[Stored data]
# # #

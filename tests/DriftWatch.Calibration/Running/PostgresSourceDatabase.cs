using System.Globalization;
using DriftWatch.Calibration.Generation;
using Npgsql;
using NpgsqlTypes;

namespace DriftWatch.Calibration.Running;

/// <summary>
/// The source as a new PostgreSQL database on the server of <see cref="CalibrationOptions.PostgresVariable"/>,
/// dropped at the end. Each day's rows go in by binary COPY; tables are analysed after each load, as autovacuum
/// would have done on a settled table, so the sample planner sees row estimates.
/// </summary>
internal sealed class PostgresSourceDatabase : ISourceDatabase
{
    public const string ConnectionVariable = "DRIFTWATCH_CALIBRATION_SOURCE";

    private readonly string _admin;
    private readonly string _database;
    private readonly NpgsqlDataSource _source;

    private PostgresSourceDatabase(string admin, string database, string connectionString)
    {
        _admin = admin;
        _database = database;
        _source = NpgsqlDataSource.Create(connectionString);
        Environment = new Dictionary<string, string> { [ConnectionVariable] = connectionString };
    }

    public string Describe => $"PostgreSQL database {_database} (dropped at the end)";

    public string SourceYaml => $"    kind: postgres\n    connection: ${{{ConnectionVariable}}}\n";

    public IReadOnlyDictionary<string, string> Environment { get; }

    public static async Task<PostgresSourceDatabase> CreateDatabaseAsync(string admin, CancellationToken cancellationToken)
    {
        var name = string.Create(CultureInfo.InvariantCulture, $"driftwatch_calibration_{System.Environment.ProcessId}_{DateTime.UtcNow:HHmmss}");
        await using (var connection = new NpgsqlConnection(admin))
        {
            await connection.OpenAsync(cancellationToken);
            await using var create = new NpgsqlCommand($"CREATE DATABASE {name}", connection);
            await create.ExecuteNonQueryAsync(cancellationToken);
        }

        var builder = new NpgsqlConnectionStringBuilder(admin) { Database = name };
        return new PostgresSourceDatabase(admin, name, builder.ConnectionString);
    }

    public async Task CreateAsync(IReadOnlyList<CalibrationPair> pairs, CancellationToken cancellationToken)
    {
        ArgumentNullException.ThrowIfNull(pairs);
        await using var connection = await _source.OpenConnectionAsync(cancellationToken);
        foreach (var pair in pairs)
        {
            await using var command = new NpgsqlCommand(
                $"""
                CREATE TABLE {pair.Table} (id bigint GENERATED ALWAYS AS IDENTITY PRIMARY KEY, {CalibrationPair.TimeColumn} timestamptz NOT NULL,
                    {CalibrationPair.XColumn} double precision, {CalibrationPair.YColumn} double precision);
                CREATE INDEX {pair.Table}_{CalibrationPair.TimeColumn} ON {pair.Table} ({CalibrationPair.TimeColumn});
                """,
                connection);
            await command.ExecuteNonQueryAsync(cancellationToken);
        }
    }

    public async Task LoadAsync(CalibrationPair pair, DateOnly date, IReadOnlyList<CalibrationRow> rows, CancellationToken cancellationToken)
    {
        ArgumentNullException.ThrowIfNull(pair);
        ArgumentNullException.ThrowIfNull(rows);
        await using var connection = await _source.OpenConnectionAsync(cancellationToken);
        await using var transaction = await connection.BeginTransactionAsync(cancellationToken);
        if (pair.Storage == StorageStyle.Replaced)
        {
            await using var truncate = new NpgsqlCommand($"TRUNCATE {pair.Table}", connection, transaction);
            await truncate.ExecuteNonQueryAsync(cancellationToken);
        }

        await using (var copy = await connection.BeginBinaryImportAsync(
            $"COPY {pair.Table} ({CalibrationPair.TimeColumn}, {CalibrationPair.XColumn}, {CalibrationPair.YColumn}) FROM STDIN (FORMAT BINARY)", cancellationToken))
        {
            for (var i = 0; i < rows.Count; i++)
            {
                await copy.StartRowAsync(cancellationToken);
                await copy.WriteAsync(LoadTimes.Of(date, i, rows.Count), NpgsqlDbType.TimestampTz, cancellationToken);
                await WriteAsync(copy, rows[i].X, cancellationToken);
                await WriteAsync(copy, rows[i].Y, cancellationToken);
            }

            await copy.CompleteAsync(cancellationToken);
        }

        await transaction.CommitAsync(cancellationToken);
        await using var analyze = new NpgsqlCommand($"ANALYZE {pair.Table}", connection);
        await analyze.ExecuteNonQueryAsync(cancellationToken);
    }

    public async ValueTask DisposeAsync()
    {
        await _source.DisposeAsync();
        NpgsqlConnection.ClearAllPools();
        await using var connection = new NpgsqlConnection(_admin);
        await connection.OpenAsync();
        await using var drop = new NpgsqlCommand($"DROP DATABASE IF EXISTS {_database} WITH (FORCE)", connection);
        await drop.ExecuteNonQueryAsync();
    }

    private static Task WriteAsync(NpgsqlBinaryImporter copy, double? value, CancellationToken cancellationToken) =>
        value is { } v ? copy.WriteAsync(v, NpgsqlDbType.Double, cancellationToken) : copy.WriteNullAsync(cancellationToken);
}
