describe("allocator properties on random valid plans", () => {
  it("the generator covers both layouts, every level count and both Flex-Algo forms", () => {
    // Guards the generator itself: a narrow generator would make the properties below vacuous.
    const kinds = new Set<string>();
    fc.assert(
      fc.property(specArb, (s) => {
        const m = buildModel(s);
        const p = load(m);
        kinds.add(`${p.blocks[0]!.layout.kind}/${p.levels.length}`);
        kinds.add(`blocks ${p.blocks.length} algos ${p.algorithms.length}`);
        if (m.anycastPlace !== undefined) kinds.add("anycast");
      }),
      { seed: 20240601, numRuns: 120 },
    );
    for (const k of ["classic/1", "classic/2", "classic/3", "compressed/1", "compressed/2", "compressed/3", "blocks 1 algos 1", "blocks 1 algos 2", "blocks 2 algos 2", "anycast"]) {
      expect(kinds.has(k), k).toBe(true);
    }
  });

  it("locators are disjoint unless anycast; SIDs lie in their locator, fit 128 bits and are unique", () => {
    fc.assert(
      fc.property(specArb, (s) => {
        const a = run(load(buildModel(s)));
        expect(violations(a)).toEqual([]);
      }),
      { seed: 1729, ...FC },
    );
  });

  it("writes its SIDs as columns that agree with bigint arithmetic, the lock and the object writer", () => {
    fc.assert(
      fc.property(specArb, (s) => {
        const a = run(load(buildModel(s)));
        // JSON from SID objects made a node at a time (before the table's own objects exist)
        const freshJson = [...jsonChunks(a.packed, a.packed.nodeIdsByName().map((id) => a.packed.freshNode(id)))].join("");
        const t = a.table; // made from the columns
        expect(freshJson).toBe(tableToJson(t));
        let count = 0;
        for (const n of t.nodes) {
          const ownerOf = new Map(n.locators.map((l) => [l.prefix, l.anycast ? `anycast:${l.anycast}` : n.node]));
          n.sids.forEach((e, k) => {
            count++;
            const st = e.structure!;
            // the address, carved with bigints: locator, then the function below block and node
            expect(e.sid).toBe(e.locator!.first | (e.function << BigInt(128 - st.block - st.node - st.function)));
            // the function value and key are the lock's (a SID without a function field has no entry)
            if (st.function > 0) expect(a.lock.functions.get(ownerOf.get(e.locator!)!)?.get(e.key)).toBe(e.function);
            // each node's SIDs by address, then algorithm, then behaviour
            const prev = n.sids[k - 1];
            if (prev) expect(prev.sid < e.sid || (prev.sid === e.sid && (prev.algorithm < e.algorithm || (prev.algorithm === e.algorithm && prev.behavior <= e.behavior)))).toBe(true);
          });
        }
        expect(a.packed.count).toBe(count);
        // the CSV written from the columns is the CSV written from the objects, byte for byte
        const fromColumns = Buffer.concat([...csvPackedChunks(a.packed, a.packed.nodeIdsByName(), 997)]);
        const fromObjects = Buffer.concat([...csvByteChunks(t.plan, t.nodes, 997)]);
        expect(fromColumns.toString("latin1")).toBe(fromObjects.toString("latin1"));
      }),
      { seed: 9800, ...FC },
    );
  });

  it("is idempotent: allocating with its own lock gives the same lock and the same table", () => {
    fc.assert(
      fc.property(specArb, (s) => {
        const plan = load(buildModel(s));
        const a = run(plan);
        const b = run(plan, reread(a));
        expect(serializeLock(b.lock)).toBe(serializeLock(a.lock));
        expect(tableToCsv(b.table)).toBe(tableToCsv(a.table));
        expect(b.added).toBe(0);
        expect(b.retiredNow).toEqual([]);
      }),
      { seed: 4242, ...FC },
    );
  });

  it("is stable when nodes, links and VRFs are added: every old SID row is still there", () => {
    fc.assert(
      fc.property(specArb, changeArb, (s, ch) => {
        const m = buildModel(s);
        const a = run(load(m));
        const b = run(load(grown(m, ch, "new")), reread(a));
        const after = new Set(rowsOf(b));
        expect(rowsOf(a).filter((r) => !after.has(r))).toEqual([]);
        expect(violations(b)).toEqual([]);
      }),
      { seed: 99, ...FC },
    );
  });

  it("never hands out the values of removed items again, even when other items are added", () => {
    fc.assert(
      fc.property(specArb, changeArb, (s, ch) => {
        const m = buildModel(s);
        const a = run(load(m));
        const gone = new Set(ch.removeNodes.map((i) => m.nodes[i % m.nodes.length]!.name));
        if (gone.size === m.nodes.length) gone.delete(m.nodes[0]!.name);
        let shrunk = withoutNodes(m, gone);
        const dropLinks = new Set(ch.removeLinks.map((i) => i % Math.max(1, shrunk.links.length)));
        shrunk = { ...shrunk, links: shrunk.links.filter((_, i) => !dropLinks.has(i)) };
        const b = run(load(shrunk), reread(a));
        // Re-add: new nodes, new links (possibly between the same routers as a removed one), a new VRF.
        const c = run(load(grown(shrunk, ch, "re")), reread(b));
        const stillThere = addressesOf(b);
        const freed = [...addressesOf(a)].filter((x) => !stillThere.has(x));
        const now = addressesOf(c);
        expect(freed.filter((x) => now.has(x)).map((x) => x.toString(16))).toEqual([]);
        // The same removals and additions in a single run (from a's lock): an item that is in both
        // plans keeps its SID, and no other item may take an address that a held.
        const d = run(load(grown(shrunk, ch, "re")), reread(a));
        const before = holders(a);
        const taken = [...holders(d)].filter(([x, hs]) => before.has(x) && [...hs].some((h) => !before.get(x)!.has(h)));
        expect(taken.map(([x, hs]) => `${x.toString(16)} ${[...hs].join(",")}`)).toEqual([]);
        // removed nodes' locators are not given to anyone
        const oldLocators = a.table.nodes.filter((n) => gone.has(n.node)).flatMap((n) => n.locators.filter((l) => l.anycast === "").map((l) => l.prefix));
        for (const later of [c, d]) {
          const newLocators = later.table.nodes.flatMap((n) => n.locators.map((l) => l.prefix));
          expect(oldLocators.filter((o) => newLocators.some((p) => p.overlaps(o))).map((p) => p.format())).toEqual([]);
          expect(violations(later)).toEqual([]);
          // the lock stays usable: allocating again changes nothing
          const again = run(later.plan, reread(later));
          expect(serializeLock(again.lock)).toBe(serializeLock(later.lock));
        }
      }),
      { seed: 31337, ...FC },
    );
  });
  it("allocates the same from a lock read by the fast reader as from one read by JSON.parse (the reference), after any change", () => {
    /** Everything an allocation run says, as text. */
    const said = (r: ReturnType<typeof allocate>) =>
      r.ok
        ? ["ok", serializeLock(r.allocation.lock), tableToCsv(r.allocation.table), r.allocation.added, JSON.stringify(r.allocation.retiredNow, (_, v) => (typeof v === "bigint" ? v.toString(16) : v)), JSON.stringify(r.allocation.moves)].join("\n")
        : ["failed", ...r.diagnostics.map(formatDiagnostic), JSON.stringify(r.moves)].join("\n");
    fc.assert(
      fc.property(specArb, changeArb, (s, ch) => {
        const m = buildModel(s);
        const a = run(load(m));
        const text = serializeLock(a.lock);
        const fastLock = parseLock(Buffer.from(text), "prop.lock.json", a.plan.name);
        const readable = parseLockReadable(text, "prop.lock.json", a.plan.name);
        if (!fastLock.ok || !readable.ok) throw new Error("lock did not read back");
        const gone = new Set(ch.removeNodes.map((i) => m.nodes[i % m.nodes.length]!.name));
        if (gone.size === m.nodes.length) gone.delete(m.nodes[0]!.name);
        const shrunk = withoutNodes(m, gone);
        for (const later of [m, grown(m, ch, "new"), shrunk, grown(shrunk, ch, "re")]) {
          const plan = load(later);
          for (const allowRenumber of [false, true]) {
            // a fresh fast read each time: its Maps fill themselves when used, and must not depend on it
            const again = parseLock(Buffer.from(text), "prop.lock.json", a.plan.name);
            if (!again.ok) throw new Error("lock did not read back");
            expect(said(allocate(plan, again.lock, { allowRenumber }))).toBe(said(allocate(plan, readable.lock, { allowRenumber })));
          }
          expect(said(allocate(plan, fastLock.lock, { allowRenumber: true }))).toBe(said(allocate(plan, readable.lock, { allowRenumber: true })));
        }
      }),
      { seed: 8986, ...FC },
    );
  });
});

# # #

_What is needed:_
For the word "retiredNow", state how many lines of the entries contain it, with nothing else.

_Task output:_
2